Persistent symptoms and long-term health impacts more common after COVID-19, with age and preexisting conditions driving higher risks.
Study: Antecedent and persistent symptoms in COVID-19 and other respiratory illnesses: insights from prospectively collected data in the BRACE trial. Image Credit: ktsdesign / Shutterstock
A recent study published in the Journal of Infection explored antecedent and persistent symptoms in coronavirus disease 2019 (COVID-19) and non-COVID-19 respiratory illnesses.
By mid-2020, there was evidence of symptom persistence beyond the acute COVID-19 phase. The World Health Organization (WHO) defines post-acute COVID-19 syndrome (PACS) as symptoms appearing three months after an initial COVID-19 diagnosis and lingering for ≥ two months with no alternative diagnosis. PACS symptoms include fatigue, dyspnea, cough, cognitive dysfunction, and changes in smell and taste, which vary in intensity and fluctuate or recur over time.

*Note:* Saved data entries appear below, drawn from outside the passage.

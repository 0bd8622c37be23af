package daemon

import (
	"context"
	"encoding/json"
	"errors"
	"fmt"
	"io"
	"math"
	"math/rand/v2"
	"net/http"
	"testing"
	"time"

	"github.com/nats-io/nats-server/v2/server"
	"github.com/nats-io/nats.go"
	dto "github.com/prometheus/client_model/go"

	"lariat/config"
	"lariat/daemon/record"
	"lariat/online"
	"lariat/sink"
	"lariat/sink/natstest"
)

// testModel returns a model with every default and fast retuning.
func testModel(name, subject, loss string) config.Model {
	m := config.DefaultModel()
	m.Name, m.Subject, m.Loss = name, subject, loss
	m.Retune.Every = 250
	m.Publish.Heartbeat = config.Duration(time.Second)
	return m
}

// testConfig returns a valid configuration with an embedded NATS server on a
// random loopback port, HTTP on a random port and data in a temp dir.
func testConfig(t testing.TB, models ...config.Model) *config.Config {
	t.Helper()
	return testConfigMode(t, config.IntakeAuto, models...)
}

// testConfigMode is testConfig with the given intake mode.
func testConfigMode(t testing.TB, mode string, models ...config.Model) *config.Config {
	t.Helper()
	cfg := config.Default()
	cfg.Intake.Mode = mode
	cfg.NATS.Listen = "127.0.0.1:-1"
	cfg.HTTP.Listen = "127.0.0.1:0"
	cfg.DataDir = t.TempDir()
	cfg.Models = models
	if err := cfg.Validate(); err != nil {
		t.Fatalf("test config: %v", err)
	}
	return cfg
}

// testDaemon is a running daemon and its stop function.
type testDaemon struct {
	*Daemon
	cancel context.CancelFunc
	errc   chan error
}

// stop shuts the daemon down and returns Run's result (idempotent).
func (td *testDaemon) stop(t testing.TB) error {
	t.Helper()
	td.cancel()
	select {
	case err := <-td.errc:
		td.errc <- err
		return err
	case <-time.After(ShutdownTimeout + 5*time.Second):
		t.Fatal("daemon did not stop")
		return nil
	}
}

// startDaemon starts a daemon on cfg and waits until it has started; it is
// stopped at the end of the test.
func startDaemon(t testing.TB, cfg *config.Config, opts ...Option) *testDaemon {
	t.Helper()
	d, err := New(cfg, opts...)
	if err != nil {
		t.Fatal(err)
	}
	return runDaemon(t, d)
}

// runDaemon runs a daemon already built with New (so a test can adjust its
// internals first) and waits until it has started; it is stopped at the
// end of the test.
func runDaemon(t testing.TB, d *Daemon) *testDaemon {
	t.Helper()
	ctx, cancel := context.WithCancel(context.Background())
	td := &testDaemon{Daemon: d, cancel: cancel, errc: make(chan error, 1)}
	go func() { td.errc <- d.Run(ctx) }()
	select {
	case <-d.Started():
	case err := <-td.errc:
		t.Fatalf("daemon did not start: %v", err)
	case <-time.After(10 * time.Second):
		t.Fatal("daemon did not start within 10s")
	}
	t.Cleanup(func() { td.stop(t) })
	return td
}

// withoutIdle turns idle steps off (for bit-exact comparisons).
func withoutIdle() Option { return func(d *Daemon) error { d.noIdle = true; return nil } }

// connect returns a plain NATS client connected to the daemon's server.
func connect(t testing.TB, url string) *nats.Conn {
	t.Helper()
	nc, err := nats.Connect(url, nats.Name("test-client"))
	if err != nil {
		t.Fatal(err)
	}
	t.Cleanup(nc.Close)
	return nc
}

// metricValue returns the value of the counter or gauge name with exactly
// the given labels (0 if absent).
func metricValue(t testing.TB, d *Daemon, name string, labels map[string]string) float64 {
	t.Helper()
	mfs, err := d.Registry().Gather()
	if err != nil {
		t.Fatal(err)
	}
	for _, mf := range mfs {
		if mf.GetName() != name {
			continue
		}
		for _, m := range mf.GetMetric() {
			if !labelsMatch(m, labels) {
				continue
			}
			switch {
			case m.Counter != nil:
				return m.Counter.GetValue()
			case m.Gauge != nil:
				return m.Gauge.GetValue()
			case m.Histogram != nil:
				return float64(m.Histogram.GetSampleCount())
			}
		}
	}
	return 0
}

func labelsMatch(m *dto.Metric, want map[string]string) bool {
	if len(m.GetLabel()) != len(want) {
		return false
	}
	for _, l := range m.GetLabel() {
		if want[l.GetName()] != l.GetValue() {
			return false
		}
	}
	return true
}

// getDoc fetches a model over HTTP.
func getDoc(d *Daemon, name string) (*sink.ModelDoc, http.Header, error) {
	resp, err := http.Get("http://" + d.HTTPAddr() + "/v1/models/" + name)
	if err != nil {
		return nil, nil, err
	}
	defer resp.Body.Close()
	body, _ := io.ReadAll(resp.Body)
	if resp.StatusCode != http.StatusOK {
		return nil, resp.Header, fmt.Errorf("GET %s: %s: %s", name, resp.Status, body)
	}
	var doc sink.ModelDoc
	if err := json.Unmarshal(body, &doc); err != nil {
		return nil, nil, err
	}
	return &doc, resp.Header, nil
}

// truth is a sparse linear predictor over d named features.
type truth struct {
	names     []string
	coef      []float64
	intercept float64
}

// sparseTruth has d features x00..x{d-1}, four of them nonzero with mixed
// signs.
func sparseTruth(d int) truth {
	tr := truth{coef: make([]float64, d), intercept: 0.5}
	for j := range d {
		tr.names = append(tr.names, fmt.Sprintf("x%02d", j))
	}
	// features 3, 7, 12, 18 of 20 (spread the same way for other d ≥ 4)
	tr.coef[3*d/20], tr.coef[7*d/20], tr.coef[12*d/20], tr.coef[18*d/20] = 1.5, -1.2, 1.0, -1.6
	return tr
}

// support returns the nonzero names of the truth.
func (tr truth) support() map[string]float64 {
	s := make(map[string]float64)
	for j, c := range tr.coef {
		if c != 0 {
			s[tr.names[j]] = c
		}
	}
	return s
}

// records returns n named-feature JSON records drawn from the truth: y =
// intercept + xᵀβ + N(0, 0.5²) for squared, y ~ Bernoulli(σ(intercept + xᵀβ))
// for logistic; x ~ N(0, 1) independent (seeded, deterministic).
func (tr truth) records(n int, logistic bool, seed uint64) [][]byte {
	rng := rand.New(rand.NewPCG(seed, 7))
	out := make([][]byte, n)
	x := make([]float64, len(tr.coef))
	for i := range n {
		eta := tr.intercept
		for j := range x {
			x[j] = rng.NormFloat64()
			eta += tr.coef[j] * x[j]
		}
		var y float64
		if logistic {
			if rng.Float64() < online.Sigmoid(eta) {
				y = 1
			}
		} else {
			y = eta + 0.5*rng.NormFloat64()
		}
		r := record.Record{X: make([]float64, len(x)), Y: y}
		for j := range x {
			r.X[j] = round5(x[j])
		}
		out[i] = record.AppendJSON(nil, tr.names, &r)
	}
	return out
}

// checkSupport fails unless doc's nonzero coefficients are exactly the
// truth's support with the same signs.
func checkSupport(doc *sink.ModelDoc, tr truth) error {
	want := tr.support()
	if len(doc.Coefficients) != len(want) {
		return fmt.Errorf("version %d: %d nonzero coefficients %v, want %d %v", doc.Version, len(doc.Coefficients), doc.Coefficients, len(want), want)
	}
	for name, c := range want {
		got, ok := doc.Coefficients[name]
		if !ok || math.Signbit(got) != math.Signbit(c) {
			return fmt.Errorf("version %d: coefficient %s = %v (present %v), want sign of %v; all %v", doc.Version, name, got, ok, c, doc.Coefficients)
		}
	}
	return nil
}

// driftModel is a model with a fixed feature list, no cooldown (every
// detection is an alert) and a retune every 250 records (the pipeline's
// drift tests use the same settings).
func driftModel(name, loss string, features []string, window int) config.Model {
	m := config.DefaultModel()
	m.Name, m.Subject, m.Loss = name, "test."+name, loss
	m.Features = features
	m.MaxFeatures = len(features)
	m.Window.Records = window
	m.Holdout.Records = window / 4
	m.Retune.Every = 250
	m.Drift.Cooldown = 0
	return m
}

// featureNames returns n feature names x01..xn.
func featureNames(n int) []string {
	out := make([]string, n)
	for i := range out {
		out[i] = fmt.Sprintf("x%02d", i+1)
	}
	return out
}

// snapshotLadder returns every ladder member's snapshot, read on the model
// goroutine.
func snapshotLadder(t testing.TB, w *worker) []online.Model {
	t.Helper()
	var ms []online.Model
	if !w.exec(func() {
		l := w.pipe.Ladder()
		for i := range l.Size() {
			ms = append(ms, l.Model(i))
		}
	}) {
		t.Fatal("model goroutine stopped")
	}
	return ms
}

// sameBits reports whether two ladder snapshots are bit-for-bit equal.
func sameBits(a, b []online.Model) error {
	if len(a) != len(b) {
		return errors.New("different ladder sizes")
	}
	eq := func(x, y float64) bool { return math.Float64bits(x) == math.Float64bits(y) }
	for i := range a {
		if !eq(a[i].Intercept, b[i].Intercept) || !eq(a[i].Lambda, b[i].Lambda) || a[i].Seen != b[i].Seen || a[i].Records != b[i].Records {
			return fmt.Errorf("member %d: intercept/λ/counts differ", i)
		}
		for j := range a[i].Coef {
			if !eq(a[i].Coef[j], b[i].Coef[j]) || !eq(a[i].Standardized[j], b[i].Standardized[j]) {
				return fmt.Errorf("member %d coefficient %d: %v != %v", i, j, a[i].Coef[j], b[i].Coef[j])
			}
		}
	}
	return nil
}

// runServer starts a NATS server (natstest.Options) on the given port, or
// a random one for -1, with its JetStream store in dir (a new temporary
// directory for "").
func runServer(t testing.TB, port int, dir string) *server.Server {
	t.Helper()
	o := natstest.Options(t)
	o.Port = port
	if dir != "" {
		o.StoreDir = dir
	}
	return natstest.RunServer(t, o)
}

Conversely, the United Kingdom (UK) National Institute for Health and Care Excellence (NICE) defines post-COVID-19 syndrome as symptoms lingering beyond 12 weeks with fluctuating symptom clusters that affect any body system without a fixed pattern or length. NICE and WHO definitions vary, particularly in terms of how the duration and behavior of persistent symptoms are quantified.
About the study
In the present study, researchers compared symptoms between COVID-19 and non-COVID-19 respiratory illnesses and investigated PACS-related risk factors. They used data from an international, multicenter, phase 3, randomized controlled (BRACE) trial. Participants were healthcare workers recruited in Brazil, Australia, the UK, the Netherlands, and Spain and followed up for one year.
Data on symptoms were collected every week. Symptoms included cough, fever, dyspnea, runny nose, sore throat, headache, loss of smell or taste, diarrhea, vomiting, muscle ache, and fatigue. If symptoms were reported, participants were followed up daily until resolution. Blood samples were collected quarterly and tested for antibodies against severe acute respiratory syndrome coronavirus 2 (SARS-CoV-2) nucleocapsid.
Further, quarterly surveys were administered to ensure the accuracy and completeness of daily data acquisition. An illness episode was defined as starting on the first day of symptom report and ending on the day when symptoms were no longer reported. Participants who did not report illness episodes lasting ≥ three days and Australian subjects were excluded.
A COVID-19 case had an illness episode for more than three days with any of the specified symptoms, during which they also tested SARS-CoV-2-positive on a nucleic acid or antigen test and had no subsequent infection. Non-COVID-19 respiratory controls had at least one of the respiratory symptoms and were negative for SARS-CoV-2 and serology.
The associations between illness type and severity, duration, and preexisting symptoms were investigated. Among COVID-19 cases, associations between demographic and comorbidity factors and PACS were examined.
Daily symptom data were classified into three periods to assess the relationship of symptoms before (period 1) and during illness (period 2) with post-illness (period 3) symptoms.
Findings
Of 2,442 eligible participants, 593 had a COVID-19 episode, and 1,112 had other non-COVID-19 respiratory episodes. Baseline characteristics were similar between COVID-19 cases and non-COVID-19 controls.
The odds of a severe illness were higher among COVID-19 cases than controls. Symptom durations meeting NICE and WHO PACS definitions occurred in more COVID-19 cases than controls.
No significant differences in symptoms were reported before illness episodes between cases and controls. Age was associated with PACS using WHO and NICE definitions.
According to WHO and NICE definitions, preexisting symptoms and chronic respiratory disease were associated with PACS.
The most common post-acute symptoms included runny nose, headache, and cough. Subjects with PACS had a median of seven symptoms in period 2 and four in period 3.
The cumulative number of days with respiratory or other symptoms was greater for COVID-19 cases across all periods, especially for loss of smell/taste and fatigue in periods 2 and 3.
Most symptoms were reported in cases during the initial weeks of period 2. The duration and extent of symptoms were comparable between controls and cases. More cases had symptom onset in period 1. Fatigue, headache, muscle aches, and loss of smell/taste contributed the most to the symptom burden in some cases.
Conclusions
The study compared symptom severity, patterns, and durations between COVID-19 and non-COVID-19 respiratory episodes. COVID-19 cases had seven times greater odds of severe illness than non-COVID-19 controls. Age, preexisting symptoms, and chronic respiratory disease elevated the risk of PACS.
Overall, the findings offer a robust estimate of PACS incidence using current definitions, underscoring that persistent symptoms are more common following COVID-19 than after non-COVID-19 respiratory illnesses.